9. So when Rule 56(2) EPC requires deficiencies in the particulars required under Rule 55(b) to be notified by the Office and remedied by the opponent it can no longer be a matter here of providing identification under Rule 56 paragraph (1) EPC. The purport of Rule 56 paragraph (2) in conjunction with Rule 55(b) can therefore only be that the EPO has to be enabled to identify the contested patent without difficulty; therefore as soon as the particulars available concerning the patent are together sufficient to identify that patent easily and beyond doubt a situation is no longer present in which there is still a “deficiency” within the meaning of Rule 56(2) EPC to complain of and to be remedied.

10. The publication number or application number will normally suffice to trace and consult a specific file, and the number of the European patent under Rule 55(b) EPC first drafted in 1964 and 1970 can be either of those numbers, since it was only in later administrative practice that they became differentiated. The second number and other bibliographical data are of course not only useful but essential in order to eliminate doubt and to enable any errors to be corrected (cf. the aforementioned Decision of Opposition Division 024 of 15 June 1983).

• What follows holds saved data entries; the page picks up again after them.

_DEBUG = None


def _family_sigma(prof, ss, s0, spacing, bin_px=0.5):
    """Band width scale (px, ~FWHM / 2.4) from the mean projection peak of the bands."""
    half = int(max(4, min(40, 0.45 * spacing / bin_px)))
    stack = []
    for s in ss:
        i = int((s - s0) / bin_px)
        if half <= i < len(prof) - half:
            stack.append(prof[i - half : i + half + 1])
    if not stack:
        return 1.5
    pk = np.mean(stack, axis=0)
    pk = pk - min(pk[0], pk[-1])
    top = pk[half]
    if top <= 0:
        return 1.5
    above = np.nonzero(pk >= 0.5 * top)[0]
    fwhm = (above.max() - above.min() + 1) * bin_px
    return float(np.clip(fwhm / 2.355, 0.8, 8.0))


def _hough_depth(rp, lines, depth_of, f, mw_in, n_lines=5):
    """Median signed depth along the strongest Hough lines of a candidate (best of 3 offsets)."""
    h, w = mw_in.shape
    top = lines[np.argsort(-lines[:, 3])[:n_lines]]
    vals = []
    for _, th, rho, _, _ in top:
        nt = np.array([math.cos(th), math.sin(th)])
        dt = np.array([-math.sin(th), math.cos(th)])
        seg = _clip_to_box(rho * nt, dt, w, h)
        if seg is None:
            continue
        tt = np.linspace(seg[0], seg[1], int(np.clip((seg[1] - seg[0]) / 2, 8, 96)))
        best = None
        for off in (-1.0, 0.0, 1.0):
            pw = rho * nt + off * nt + tt[:, None] * dt
            ok = mw_in[np.clip(np.rint(pw[:, 1]).astype(int), 0, h - 1), np.clip(np.rint(pw[:, 0]).astype(int), 0, w - 1)]
            if ok.sum() < 8:
                continue
            v = float(np.median(rp.polarity * depth_of(((pw + 0.5) * f - 0.5)[ok])))
            best = v if best is None else max(best, v)
        if best is not None:
            vals.append(best)
    return float(np.median(vals)) if vals else 0.0


def _depth_sampler(wk, mw, f, spacing_hint):
    """Relative depth map ``(I - B) / B`` and a sampler at full-resolution points.

    B is the local background level: a median over about ``spacing_hint`` px refined
    towards the local mode (the grey level between the bands).
    """
    h, w = wk.shape
    ds = max(1, int(round(min(h, w) / 256)))
    # strided, not averaged: averaging would smear the bands into the background level
    small = np.ascontiguousarray(wk[ds // 2 :: ds, ds // 2 :: ds])
    if mw is not None:
        ms = mw[ds // 2 :: ds, ds // 2 :: ds]
        if ms.any():
            small = np.where(ms, small, np.median(small[ms])).astype(np.float32)
    lo, hi = np.percentile(small, [0.1, 99.9])
    u8 = np.clip((small - lo) / max(hi - lo, 1e-12) * 254 + 0.5, 0, 255).astype(np.uint8)
    k = int(2 * math.ceil(spacing_hint / ds) + 1)
    k = max(3, min(k, 2 * (min(small.shape) // 2) - 1))
    med = cv2.medianBlur(u8, k).astype(np.float32) / 254.0 * (hi - lo) + lo
    # From the median towards the mode (the background between bands): average only
    # the pixels near the current level, twice. Where bands cover much of the area the
    # median leans towards them; the mode does not.
    sig = _pixel_noise(wk, mw) * 1.0
    valid = np.ones(small.shape, bool) if mw is None else ms
    for _ in range(2):
        near = (np.abs(small - med) <= 2.5 * sig) & valid
        wgt = near.astype(np.float32)
        num = cv2.blur(small * wgt, (k, k), borderType=cv2.BORDER_REFLECT)
        den = cv2.blur(wgt, (k, k), borderType=cv2.BORDER_REFLECT)
        med = np.where(den > 0.05, num / np.maximum(den, 1e-6), med).astype(np.float32)
    med = cv2.resize(med, (w, h), interpolation=cv2.INTER_LINEAR)
    med = np.maximum(med, max(1e-6, 0.05 * abs(float(np.median(med)))))
    dmap = cv2.GaussianBlur(wk, (0, 0), 1.0)
    dmap -= med
    dmap /= med
    del med

    def depth(points_full):
        pw = (np.asarray(points_full, float) + 0.5) / f - 0.5
        c = np.clip(np.rint(pw[:, 0]).astype(int), 0, w - 1)
        r = np.clip(np.rint(pw[:, 1]).astype(int), 0, h - 1)
        return dmap[r, c]

    return depth, dmap


def _keep(rp: RidgePixels, sel) -> RidgePixels:
    return RidgePixels(rp.col[sel], rp.row[sel], rp.strength[sel], rp.polarity, rp.shape, rp.sector[sel], rp.sector_deg)


def _pixel_noise(img, m, bars=(), tile=512):
    """Robust per-pixel noise (image units) from diagonal second differences on a few tiles."""
    h, w = img.shape
    if bars and m is None:
        top = max([b["bbox"][3] for b in bars if b["bbox"][1] == 0] or [0])
        bottom = min([b["bbox"][1] for b in bars if b["bbox"][1] > 0] or [h])
        if bottom - top >= 32:
            return _pixel_noise(img[top:bottom], None, (), tile)
    vals = []
    for fr, fc in ((0.25, 0.25), (0.25, 0.75), (0.75, 0.25), (0.75, 0.75), (0.5, 0.5)):
        r0 = int(max(0, min(h - tile, fr * h - tile / 2)))
        c0 = int(max(0, min(w - tile, fc * w - tile / 2)))
        t = img[r0 : r0 + tile, c0 : c0 + tile]
        d = t[2:, 2:] - 2 * t[1:-1, 1:-1] + t[:-2, :-2]
        if m is not None:
            d = d[m[r0 + 1 : r0 + t.shape[0] - 1, c0 + 1 : c0 + t.shape[1] - 1]]
        vals.append(d.ravel())
    v = np.concatenate(vals)
    if v.size == 0:
        return 1e-3
    # var(x[i+1] - 2 x[i] + x[i-1]) = 6 var(x) for white noise
    return max(1.4826 * float(np.median(np.abs(v - np.median(v)))) / math.sqrt(6.0), 1e-6 * float(np.ptp(img[::16, ::16]) + 1e-12))


def _vote_mean_angle(lines):
    from tracefit.conventions import axial_mean

    return float(axial_mean(lines[:, 0], lines[:, 3]))


def _build_family(img, valid_full, rp: RidgePixels, lines, f, pixel_size_um, min_bands, diag_w, pixel_noise, depth_of,
                  max_rms=1.0, min_depth=0.035, max_spacing_cv=0.75):
    """Refine one candidate family; None when it does not hold up as >= min_bands bands."""
    a0 = _vote_mean_angle(lines)
    # ridge pixels of the orientation sectors within 8 deg of the family (pixels are
    # stored sector by sector)
    n_sec = int(round(180.0 / _SECTOR_DEG))
    bounds = np.searchsorted(rp.sector, np.arange(n_sec + 1))
    idx = [np.arange(bounds[k], bounds[k + 1]) for k in range(n_sec)
           if abs(axial_difference(k * _SECTOR_DEG, a0)) <= 8.0 + _SECTOR_DEG / 2]
    near = np.concatenate(idx) if idx else np.zeros(0, np.intp)
    if len(near) < 50:
        return None
    if len(near) > 60000:  # plenty for the profile; keep the strongest
        near = near[np.argpartition(-rp.strength[near], 60000)[:60000]]
    x, y, wt = rp.col[near].astype(np.float64), rp.row[near].astype(np.float64), rp.strength[near].astype(np.float64)
    a1 = _radon_refine(x, y, wt, a0)
    if a1 is None:
        return None
    d, n = _normal(a1)
    cx, cy = float(np.average(x, weights=wt)), float(np.average(y, weights=wt))
    # profile across the bands at the refined angle, to centre the Hough lines
    s_pix = x * n[0] + y * n[1]
    s0 = s_pix.min()
    prof = np.bincount(np.floor((s_pix - s0) / 0.5).astype(np.intp), weights=wt)
    prof = ndimage.gaussian_filter1d(prof, 1.0)
    pos = []
    for a_l, th, rho, votes, cov in lines:
        nt = np.array([math.cos(th), math.sin(th)])
        dt = np.array([-math.sin(th), math.cos(th)])
        p = rho * nt
        p = p + ((np.array([cx, cy]) - p) @ dt) * dt
        s = float(p @ n)
        i = int((s - s0) / 0.5)
        lo, hi = max(0, i - 4), min(len(prof), i + 5)
        if hi > lo:
            s = s0 + 0.5 * (lo + int(np.argmax(prof[lo:hi])) + 0.5)
        pos.append((s, votes))
    pos.sort()
    merge = 2.5
    uniq: list[list[float]] = []
    for s, v in pos:
        if uniq and s - uniq[-1][0] < merge:
            if v > uniq[-1][1]:
                uniq[-1] = [s, v]
            continue
        uniq.append([s, v])
    if len(uniq) < min_bands:
        return None
    ss = np.array([u_[0] for u_ in uniq])
    gaps = np.diff(ss)
    spacing_w = float(np.median(gaps)) if len(gaps) else 50.0
    sig_med = _family_sigma(prof, ss, s0, spacing_w)
    # ---- full-resolution fits
    sig_full = sig_med * f
    half = int(max(4, min(math.ceil(3.5 * sig_full + 2), math.floor(0.45 * spacing_w * f))))
    cen = np.array([cx, cy]) @ d
    fits = []
    order = np.argsort([-u_[1] for u_ in uniq])
    tried = 0
    for s in ss[order]:
        tried += 1
        if tried == 8 and sum(ft["rms"] <= max_rms for ft in fits) < 3:
            return None  # the strongest lines are not sharp bands: not a family
        pw = s * n + cen * d  # working coordinates
        pf = (pw + 0.5) * f - 0.5
        fit = _fit_band(img, valid_full, pf, d, half, rp.polarity, pixel_noise, f=f)
        if fit is not None and fit["shift"] > 0.3:
            # a second pass, centred on the first fit, when the first one moved the line
            fit2 = _fit_band(img, valid_full, fit["point"], fit["direction"], half, rp.polarity, pixel_noise, f=f)
            fit = fit2 or fit
        if fit is not None:
            fits.append(fit)
    # a broad plateau (the gap between bands of another polarity) gives a wandering
    # centre; a band gives a sharp one
    fits = [ft for ft in fits if ft["rms"] <= min(max_rms, 0.3 * (half - 2))]
    # Hough lines that converged onto the same band: keep the best fit
    fits.sort(key=lambda z: float(z["point"] @ n))
    dedup = []
    for ft in fits:
        if dedup and abs(float((ft["point"] - dedup[-1]["point"]) @ n)) < max(2.0, 1.2 * sig_full, 0.3 * spacing_w * f):
            if ft["n"] * ft["snr"] > dedup[-1]["n"] * dedup[-1]["snr"]:
                dedup[-1] = ft
            continue
        dedup.append(ft)
    fits = dedup
    # A band differs from the local *median* grey level; the dark gaps in a lattice of
    # bright bands (and vice versa) sit at that level and are no bands.
    for ft in fits:
        pa, pb = ft["ends"]
        tt = np.linspace(0.0, 1.0, max(8, int(ft["seen"] / (2.0 * f))))[:, None]
        pts = pa[None, :] * (1 - tt) + pb[None, :] * tt
        ft["depth"] = float(np.median(rp.polarity * depth_of(pts)))
    if _DEBUG is not None:
        _DEBUG.append((rp.polarity, float(np.median([ft["angle"] for ft in fits])) if fits else None, [round(ft["depth"], 3) for ft in fits]))
    fits = [ft for ft in fits if ft["depth"] >= min_depth]
    if len(fits) < min_bands:
        return None
    ang = np.array([ft["angle"] for ft in fits])
    sig = np.array([ft["sigma"] for ft in fits])
    ref = float(np.median(ang)) if np.ptp(ang) < 90 else a1
    dev = np.asarray(axial_difference(ang, ref))
    spread = 1.4826 * float(np.median(np.abs(dev)))
    ok = np.abs(dev) <= np.maximum(4.0 * np.hypot(sig, spread), 0.05)
    if ok.sum() < min_bands:
        return None
    fits = [ft for ft, o in zip(fits, ok) if o]
    dev, sig = dev[ok], sig[ok]
    wgt = 1.0 / sig**2
    mean_dev = float(np.sum(wgt * dev) / np.sum(wgt))
    angle = float(fold_axial(ref + mean_dev))
    nb = len(fits)
    chi2 = float(np.sum(wgt * (dev - mean_dev) ** 2)) / max(nb - 1, 1)
    angle_sigma = math.sqrt(1.0 / float(np.sum(wgt))) * math.sqrt(max(1.0, chi2))
    if angle_sigma > 1.0:
        return None
    d_f, n_f = _normal(angle)
    offs = np.sort(np.array([ft["point"] @ n_f for ft in fits]))
    gaps = np.diff(offs)
    # bands of a family keep a spacing (missed bands only make gaps of several spacings)
    if len(gaps) >= 2 and np.mean(gaps < 0.45 * np.median(gaps)) > 0.25:
        return None
    spacing = float(np.mean(gaps)) if len(gaps) else float("nan")
    spacing_sd = float(np.std(gaps, ddof=1)) if len(gaps) > 1 else float("nan")
    if len(gaps) > 1 and spacing_sd > max_spacing_cv * spacing:
        # irregular, unless only a few holes (missed bands) widen the spread
        med_gap = float(np.median(gaps))
        robust_cv = 1.4826 * float(np.median(np.abs(gaps - med_gap))) / max(med_gap, 1e-9)
        if robust_cv > 0.4 or len(gaps) < 8:
            return None  # no consistent spacing: chance alignments, not a band family
    diag_full = diag_w * f
    strength = float(sum(ft["seen"] / diag_full * ft["snr"] for ft in fits))
    band_lines = []
    for ft in sorted(fits, key=lambda z: z["point"] @ n_f):
        pa, pb = ft["ends"]
        band_lines.append(BandLine(float(pa[0]), float(pa[1]), float(pb[0]), float(pb[1]), ft["angle"], ft["sigma"], ft["snr"]))
    return BandFamily(
        angle_deg=angle,
        angle_sigma_deg=angle_sigma,
        n_bands=nb,
        spacing_px=spacing,
        spacing_sigma_px=spacing_sd,
        spacing_um=None if pixel_size_um is None or not math.isfinite(spacing) else spacing * pixel_size_um,
        strength=strength,
        polarity="dark" if rp.polarity < 0 else "bright",
        contrast=float(rp.polarity * np.median([ft["depth"] for ft in fits])),
        lines=band_lines,
    )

11. It should moreover be pointed out that the requirement to state the title of the invention can prove to be an unintended pitfall for the opponent if under Rule 1 EPC he uses an official language other than the language of the proceedings as defined in Article 14(3) EPC. For if the language of the opposition differs from that of the contested patent, he runs a considerable risk of not reproducing the title of the invention as printed on the patent. The intent of Rule 55(b) EPC in requiring the title of the invention is to identify the contested patent and not to set the opponent a linguistic trap; since the Claims are also given in the two other official languages the function of that title as an identifying feature can as a rule also be fulfilled in those languages. It is therefore wrong to set the “title of the invention” under Rule 55(b) EPC on a par with WIPO Standard St.9 and the INID code “54” entry. In diverging from this, either in language or form, the title does not cease to serve as an identifying feature under Rule 55(b) EPC. Those responsible for drafting the Implementing Regulations of 1964 (EEC Doc. 4419/IV/63 dated 20 January 1964, Re Art. 88, No. 1) and the Implementing Regulations of 1970 (Second Preliminary Draft of the EPC of 1971, Re Art. 101, No. 1) would hardly have had any such links and consequences in mind.

12. Finally, there is the question as to whether the appeal fee can be reimbursed. The answer is that it cannot, since no “substantial procedural violation” within the meaning of Rule 67 EPC is present for the reasons stated under point 3 above.

ORDER

For these reasons, it is decided that:

The contested decision is set aside and the case remitted to the first instance.